- Location in Matanuska-Susitna Borough and the state of Alaska
- Farm Loop, Alaska Location within the state of Alaska
- Coordinates: 61°37′42″N 149°8′44″W﻿ / ﻿61.62833°N 149.14556°W
- Country: United States
- State: Alaska
- Borough: Matanuska-Susitna

Government
- • Borough mayor: Edna DeVries
- • State senators: Shelley Hughes (R) Mike Shower (R)
- • State reps.: DeLena Johnson (R) George Rauscher (R)

Area
- • Total: 9.20 sq mi (23.84 km^{2})
- • Land: 9.11 sq mi (23.59 km^{2})
- • Water: 0.097 sq mi (0.25 km^{2})

Population (2020)
- • Total: 2,747
- • Density: 301.7/sq mi (116.47/km^{2})
- Time zone: UTC-9 (Alaska (AKST))
- • Summer (DST): UTC-8 (AKDT)
- ZIP code: 99645
- Area code: 907
- FIPS code: 02-25000

= Farm Loop, Alaska =

Farm Loop is a census-designated place (CDP) in Matanuska-Susitna Borough, Alaska, United States. It is part of the Anchorage, Alaska Metropolitan Statistical Area. At the 2020 census the population was 2,747, up from 1,028 in 2010.

==Geography==
Farm Loop is located at (61.628426, -149.145602).

According to the United States Census Bureau, the CDP has a total area of 8.9 sqmi, of which, 8.8 sqmi of it is land and 0.11% is water.

==Demographics==

Farm Loop first appeared on the 2000 U.S. Census as a census-designated place (CDP).

Historical population
| Census | Pop. | Note | %± |
| 2000 | 1,067 |  | — |
| 2010 | 1,028 |  | −3.7% |
| 2020 | 2,747 |  | 167.2% |
U.S. Decennial Census

===2020 census===
As of the 2020 census, Farm Loop had a population of 2,747. The median age was 37.6 years. 28.8% of residents were under the age of 18 and 12.7% of residents were 65 years of age or older. For every 100 females there were 107.3 males, and for every 100 females age 18 and over there were 106.9 males age 18 and over.

13.7% of residents lived in urban areas, while 86.3% lived in rural areas.

There were 911 households in Farm Loop, of which 38.7% had children under the age of 18 living in them. Of all households, 68.4% were married-couple households, 12.2% were households with a male householder and no spouse or partner present, and 14.5% were households with a female householder and no spouse or partner present. About 15.1% of all households were made up of individuals and 4.3% had someone living alone who was 65 years of age or older.

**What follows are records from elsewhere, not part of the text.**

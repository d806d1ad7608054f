"""Responsiveness of the debugger (targets from the debugger's issue).

Run:  python tests/bench/bench_debugger.py

1. A command on a stopped machine answers in under 50 ms (worst of many).
2. Ctrl-C during a run of 10^8 cycles stops the machine within 0.2 s: a real
   SIGINT is sent to this process while ``go 100000000`` runs, and the time
   from the signal to the frozen machine is measured.
3. Real-time mode keeps the panel within one phase of the simulated clock:
   the live clock is ticked at the live view's frame rate with the real
   wall clock, and the worst lag (in phases) is recorded.
"""

from __future__ import annotations

import os
import signal
import sys
import tempfile
import threading
import time
from pathlib import Path

sys.path.insert(0, str(Path(__file__).resolve().parents[2]))
sys.path.insert(0, str(Path(__file__).resolve().parents[1]))

from debugger_programs import KILN, REF8, session_for  # noqa: E402
from emu.debugger import FRAME_SECONDS, LiveClock, ctrl_c_is_the_stop_switch  # noqa: E402

COMMAND_TARGET_S = 0.050
STOP_TARGET_S = 0.2

LONG = """\
; three nested 8-bit counters, twice over: about 1.7 * 10^8 cycles before the halt
        li r5, 2
outer:  inc r0
        jnz outer
        inc r1
        jnz outer
        inc r2
        jnz outer
        dec r5
        jnz outer
        halt
"""

COMMANDS = ["panel", "registers", "code", "dump 0 256", "scope 16", "scope 200", "points", "why",
            "instr", "pulse", "over", "break log", "drop all", "watch r1", "drop all", "help",
            "help go", "put r2 7", "toggles 0x5a", "console", "reg", "nonsense"]


def command_latency(folder: Path) -> dict[str, float]:
    session = session_for(folder, KILN)
    session.execute("instr 3")
    worst = {}
    for line in COMMANDS:
        times = []
        for _ in range(30):
            t0 = time.perf_counter()
            session.execute(line)
            times.append(time.perf_counter() - t0)
        worst[line] = max(times)
    return worst


def ctrl_c_stop(folder: Path, *, watch: bool, after_s: float = 1.0) -> tuple[float, int]:
    session = session_for(folder, LONG, name="long.asm")
    if watch:
        session.execute("watch [0x300]")
    sent = []

    def press():
        time.sleep(after_s)
        sent.append(time.perf_counter())
        os.kill(os.getpid(), signal.SIGINT)

    presser = threading.Thread(target=press)
    presser.start()
    with ctrl_c_is_the_stop_switch(session):
        reply = session.execute("go 100000000")
        done = time.perf_counter()
    presser.join()
    assert "stopped by the stop switch (Ctrl-C)" in reply, reply
    assert session.emu.frozen
    return done - sent[0], session.emu.cycles


def live_lag(folder: Path, factor: float, seconds: float) -> tuple[float, int]:
    session = session_for(folder, LONG, name="long.asm")
    clock = LiveClock(session, factor)
    clock.press("run")
    end = time.monotonic() + seconds
    worst = 0.0
    while time.monotonic() < end:
        clock.tick()
        worst = max(worst, clock.lag_phases())
        time.sleep(FRAME_SECONDS)
    return worst, session.emu.cycles


def main() -> int:
    ok = True
    with tempfile.TemporaryDirectory() as name:
        folder = Path(name)
        os.chdir(folder)
        worst = command_latency(folder)
        slowest = max(worst, key=worst.get)
        print(f"command on a stopped machine: worst {worst[slowest] * 1000:.2f} ms ({slowest!r}); "
              f"median of the worst cases {sorted(worst.values())[len(worst) // 2] * 1000:.2f} ms "
              f"(target < {COMMAND_TARGET_S * 1000:.0f} ms)")
        ok &= worst[slowest] < COMMAND_TARGET_S
        for watch in (False, True):
            delay, cycles = ctrl_c_stop(folder, watch=watch)
            what = "with a watchpoint" if watch else "no watchpoint"
            print(f"Ctrl-C during go 100000000 ({what}): stopped {delay * 1000:.1f} ms after the signal, "
                  f"at cycle {cycles:,} (target < {STOP_TARGET_S * 1000:.0f} ms)")
            ok &= delay < STOP_TARGET_S
        for factor, seconds in ((1.0, 3.0), (40.0, 2.0), (1000.0, 2.0)):
            lag, cycles = live_lag(folder, factor, seconds)
            print(f"live at {factor:g} x {REF8.nominal_hz:g} Hz for {seconds:g} s: worst lag {lag:.3f} phase "
                  f"({cycles:,} cycles run; target < 1 phase)")
            ok &= lag < 1.0
    print("all targets met" if ok else "A TARGET WAS MISSED")
    return 0 if ok else 1


def test_debugger_responsiveness():
    assert main() == 0


if __name__ == "__main__":
    sys.exit(main())
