"""The waveform writer gives the same value changes at the same times as pyvcd did.

The reference is the recorder as it was before the dump was written by
hand: the same observer hooks feeding pyvcd's ``VCDWriter`` (a VCD library
from PyPI) one change at a time, in nanoseconds. Both dumps of one run are
read back with vcdvcd (another PyPI parser) and every signal compared in
nanoseconds, on ref8, acc12, wire8 (named stages, gated lines) and an
irregular clock.
"""

from __future__ import annotations

import random

import pytest
from vcd import VCDWriter
from vcdvcd import VCDVCD

from emu import Emulator, Observer, load_machine
from emu.timing import control_lines, record_vcd, signal_name, spread_source

MACHINES = {name: load_machine(name) for name in ("ref8", "tests/machines/acc12.toml", "tests/machines/wire8.toml")}


class PyvcdRecorder(Observer):
    """Every change the engine reports, through pyvcd, in 1 ns steps."""

    def __init__(self, emu, stream):
        m = self.machine = emu.machine
        # initial values dated where recording begins (pyvcd's init_timestamp), as a window's are
        self.writer = w = VCDWriter(stream, timescale="1 ns", date="", init_timestamp=emu.time_ns)
        top = m.name
        wire = lambda scope, name, init=0: w.register_var(scope, name, "wire", size=1, init=init)
        self.clock = wire(top, "clock")
        self.hold_line = wire(top, "hold_line", int(emu.hold_line))
        self.frozen = wire(top, "frozen", int(emu.frozen))
        self.halt_latch = wire(top, "halt_latch", int(emu.halt_latch))
        self.run_switch = wire(top, "run_switch", int(emu.switch_run))
        self.step = w.register_var(top, "step", "integer", size=8, init=emu.sequencer[1])
        self.lit = set(m.phases[emu.phase_index].ring)
        self.stages = [wire(f"{top}.ring", m.stage_signal(s), int(s in self.lit)) for s in range(1, m.ring_stages + 1)]
        self.lines = {line: wire(f"{top}.lines", signal_name(line)) for line in control_lines(m)}
        self.driving = ()
        self.registers = {n: w.register_var(f"{top}.registers", n, "wire", size=r.width, init=emu.get(n))
                          for n, r in m.registers.items()}
        self.flags = {n: wire(f"{top}.flags", n, emu.get(n)) for n in m.flags}

    def _ring(self, emu):
        lit = set(self.machine.phases[emu.phase_index].ring)
        for stage in self.lit ^ lit:
            self.writer.change(self.stages[stage - 1], emu.time_ns, int(stage in lit))
        self.lit = lit

    def _datapath(self, emu):
        for name, var in {**self.registers, **self.flags}.items():
            self.writer.change(var, emu.time_ns, emu.get(name))
        self.writer.change(self.step, emu.time_ns, emu.sequencer[1])

    def _hold(self, emu):
        self.writer.change(self.hold_line, emu.time_ns, int(emu.hold_line))
        self.writer.change(self.frozen, emu.time_ns, int(emu.frozen))

    def phase(self, emu, index):
        self._ring(emu)

    def edge(self, emu, level):
        self.writer.change(self.clock, emu.time_ns, level)
        if level:
            self.driving = emu.driven_lines()
            self.writer.change(self.step, emu.time_ns, emu.sequencer[1])
        for line in self.driving:
            self.writer.change(self.lines[line], emu.time_ns, level)

    def microstep(self, emu, step, lines):
        self._datapath(emu)

    def hold(self, emu, frozen):
        self._ring(emu)
        self._hold(emu)

    def latch(self, emu, is_set):
        self.writer.change(self.halt_latch, emu.time_ns, int(is_set))
        self._hold(emu)

    def panel(self, emu, action):
        self.writer.change(self.run_switch, emu.time_ns, int(emu.switch_run))
        self._hold(emu)
        self._datapath(emu)


def changes(path) -> dict[str, list[tuple[int, int]]]:
    """Every signal's (time in ns, value), read by vcdvcd with the dump's own timescale."""
    dump = VCDVCD(str(path))
    unit = int(dump.timescale["timescale"] * 10 ** 9)
    return {name: [(t * unit, int(v, 2)) for t, v in dump[name].tv] for name in dump.signals}


def drive(emu, seed):
    """A random image run with halts resumed, a STEP, the switch thrown: every kind of event."""
    machine = emu.machine
    rnd = random.Random(seed)
    emu.load([(0, [rnd.randrange(1 << machine.data_bits) for _ in range(64)])])
    for _ in range(4):
        if emu.run(max_cycles=300).kind == "halted":
            emu.press_step()
            emu.press_resume()
    emu.set_switch_run(False)
    emu.run(max_cycles=20)
    emu.press_step()
    emu.set_switch_run(True)
    emu.run(max_cycles=50)


@pytest.mark.parametrize("seed", [1, 2, 3])
@pytest.mark.parametrize("name, spread", [(name, spread) for name in sorted(MACHINES) for spread in (False, True)
                                          if not spread or MACHINES[name].timing is not None])
def test_the_dump_holds_the_changes_pyvcd_wrote(name, seed, spread, tmp_path):
    machine = MACHINES[name]
    emu = Emulator(machine)
    if spread:
        emu.clock_source = spread_source(machine, seed)
    ours, theirs = tmp_path / "ours.vcd", tmp_path / "theirs.vcd"
    with open(theirs, "w") as stream:
        reference = PyvcdRecorder(emu, stream)
        emu.observe(reference)
        with record_vcd(emu, ours):
            drive(emu, seed)
        reference.writer.close(emu.time_ns)
    got, wanted = changes(ours), changes(theirs)
    assert len(wanted) > 20 and sum(len(v) for v in wanted.values()) > 500
    assert got == wanted


class PyvcdWindow(Observer):
    """The reference window: watching the whole run, it passes over events outside
    cycles ``start`` … ``end - 1`` and opens its recorder at the first event inside."""

    def __init__(self, emu, stream, start, end):
        self.stream, self.start, self.end, self.recorder = stream, start, end, None

    def _due(self, emu):
        if not self.start <= emu.cycles < self.end:
            return None
        if self.recorder is None:
            self.recorder = PyvcdRecorder(emu, self.stream)
        return self.recorder

    def close(self, emu):
        if self.recorder is None:
            self.recorder = PyvcdRecorder(emu, self.stream)
        self.recorder.writer.close(emu.time_ns)


for _hook in ("phase", "edge", "microstep", "hold", "latch", "panel"):
    def _forward(self, emu, *args, _hook=_hook):
        recorder = self._due(emu)
        if recorder is not None:
            getattr(recorder, _hook)(emu, *args)
    setattr(PyvcdWindow, _hook, _forward)


@pytest.mark.parametrize("name", sorted(MACHINES))
@pytest.mark.parametrize("seed", [4, 5, 6, 7])
def test_a_window_holds_the_changes_of_a_dump_watching_the_whole_run(name, seed, tmp_path):
    """The window's observer is attached only when its first cycle comes (the run before
    it keeps the fast path) and taken off after its last; the reference watches throughout."""
    machine = MACHINES[name]
    rnd = random.Random(seed)
    start, cycles = rnd.randrange(1, 600), rnd.randrange(1, 200)
    ours, theirs = tmp_path / "ours.vcd", tmp_path / "theirs.vcd"
    watched = Emulator(machine)
    with open(theirs, "w") as stream:
        reference = PyvcdWindow(watched, stream, start, start + cycles)
        watched.observe(reference)
        drive(watched, seed)
        reference.close(watched)
    emu = Emulator(machine)
    with record_vcd(emu, ours, start=start, cycles=cycles):
        drive(emu, seed)
    assert not emu._observers
    assert changes(ours) == changes(theirs)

There were 1,023 housing units, of which 10.9% were vacant. The homeowner vacancy rate was 0.4% and the rental vacancy rate was 13.3%.

Racial composition as of the 2020 census
| Race | Number | Percent |
|---|---|---|
| White | 2,220 | 80.8% |
| Black or African American | 25 | 0.9% |
| American Indian and Alaska Native | 124 | 4.5% |
| Asian | 36 | 1.3% |
| Native Hawaiian and Other Pacific Islander | 14 | 0.5% |
| Some other race | 22 | 0.8% |
| Two or more races | 306 | 11.1% |
| Hispanic or Latino (of any race) | 143 | 5.2% |

===2000 census===
As of the census of 2000, there were 1,067 people, 334 households, and 268 families residing in the CDP. The population density was 120.7 PD/sqmi. There were 350 housing units at an average density of 39.6 /sqmi. The racial makeup of the CDP was 93.0% White, 0.3% Black or African American, 3.4% Native American, 0.3% Asian, 0.1% Pacific Islander, 0.2% from other races, and 2.8% from two or more races. 2.4% of the population were Hispanic or Latino of any race.

There were 334 households, out of which 47.0% had children under the age of 18 living with them, 67.1% were married couples living together, 8.4% had a female householder with no husband present, and 19.5% were non-families. 14.1% of all households were made up of individuals, and 2.7% had someone living alone who was 65 years of age or older. The average household size was 3.19 and the average family size was 3.55.

In the CDP, the population was spread out, with 36.2% under the age of 18, 6.6% from 18 to 24, 27.9% from 25 to 44, 24.4% from 45 to 64, and 5.0% who were 65 years of age or older. The median age was 34 years. For every 100 females, there were 104.4 males. For every 100 females age 18 and over, there were 95.1 males.

The median income for a household in the CDP was $55,234, and the median income for a family was $56,953. Males had a median income of $44,417 versus $31,705 for females. The per capita income for the CDP was $20,880. About 6.1% of families and 7.2% of the population were below the poverty line, including 6.6% of those under age 18 and none of those age 65 or over.